PRZESŁANIE CHARIS
W PRZYGOTOWANIU DO PIĘĆDZIESIĄTNICY 2020
O. Raniero Cantalamessa OFMCap
Dzieje Apostolskie tak opowiadają o tym epizodzie z życia Pawła:
„Zbiegł się tłum przeciwko nim, a pretorzy kazali zedrzeć z nich szaty i siec ich rózgami. Po wymierzeniu wielu razów wtrącili ich do więzienia, przykazując strażnikowi, aby ich dobrze pilnował. Otrzymawszy taki rozkaz, wtrącił ich do wewnętrznego lochu i dla bezpieczeństwa zakuł im nogi w dyby. O północy Paweł i Sylas modlili się, śpiewając hymny Bogu. A więźniowie im się przysłuchiwali. Nagle powstało silne trzęsienie ziemi, tak że zachwiały się fundamenty więzienia. Natychmiast otwarły się wszystkie drzwi i ze wszystkich opadły kajdany.” (Dz 16, 22-26)

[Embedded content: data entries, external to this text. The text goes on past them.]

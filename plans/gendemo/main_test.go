package main

import (
	"bytes"
	"os"
	"path/filepath"
	"reflect"
	"testing"

	"ordplan/runner/data"
)

const committed = "../../plans/data/quietstreets.csv"

// TestRegenerate checks that the generator reproduces the committed file
// byte for byte.
func TestRegenerate(t *testing.T) {
	out := filepath.Join(t.TempDir(), "quietstreets.csv")
	if err := writeFile(out); err != nil {
		t.Fatal(err)
	}
	got, err := os.ReadFile(out)
	if err != nil {
		t.Fatal(err)
	}
	want, err := os.ReadFile(committed)
	if err != nil {
		t.Fatal(err)
	}
	if !bytes.Equal(got, want) {
		t.Fatalf("regenerated data differ from %s; run: go run ./plans/gendemo -out plans/data/quietstreets.csv", committed)
	}
}

// TestCommittedLoads checks that the committed file reads as the example
// plans use it: all five categories seen, incomplete rows dropped.
func TestCommittedLoads(t *testing.T) {
	d, err := data.Load(committed, data.Options{
		Outcome:    "safety",
		Categories: labels,
		Predictors: []string{"pilot", "female", "age", "child_home", "years_resident", "cyclist"},
		Cluster:    "district",
	})
	if err != nil {
		t.Fatal(err)
	}
	if d.RowsRead != nRows {
		t.Errorf("read %d rows, want %d", d.RowsRead, nRows)
	}
	if len(d.Unobserved) != 0 {
		t.Errorf("unobserved categories %v", d.Unobserved)
	}
	cols := []string{}
	for _, dc := range d.Dropped {
		cols = append(cols, dc.Column)
	}
	if !reflect.DeepEqual(cols, []string{"age", "years_resident"}) {
		t.Errorf("dropped rows under %v, want age and years_resident", cols)
	}
	if d.RowsDropped < nRows/100 || d.RowsDropped > nRows/20 {
		t.Errorf("%d rows dropped, want about 3%%", d.RowsDropped)
	}
}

Z rozdartymi ubraniami, otrzymanymi ciosami i kajdanami na stopach, Paweł i Sylas nie modlili się do Boga, aby im pomógł, ale zamiast tego śpiewali chwałę Bogu. Co za wiadomość dla nas, członków Katolickiej Odnowy Charyzmatycznej w tym czasie! Przykład Pawła i Sylasa zachęca nas do odłożenia na bok, przynajmniej do Pięćdziesiątnicy, całej dyskusji na temat koronawirusa, a przynajmniej nie czynienia z niego centrum wszystkiego. Nie zasmucajmy Ducha Świętego, uważając Go za mniej ważnego (lub mniej potężnego) niż wirus..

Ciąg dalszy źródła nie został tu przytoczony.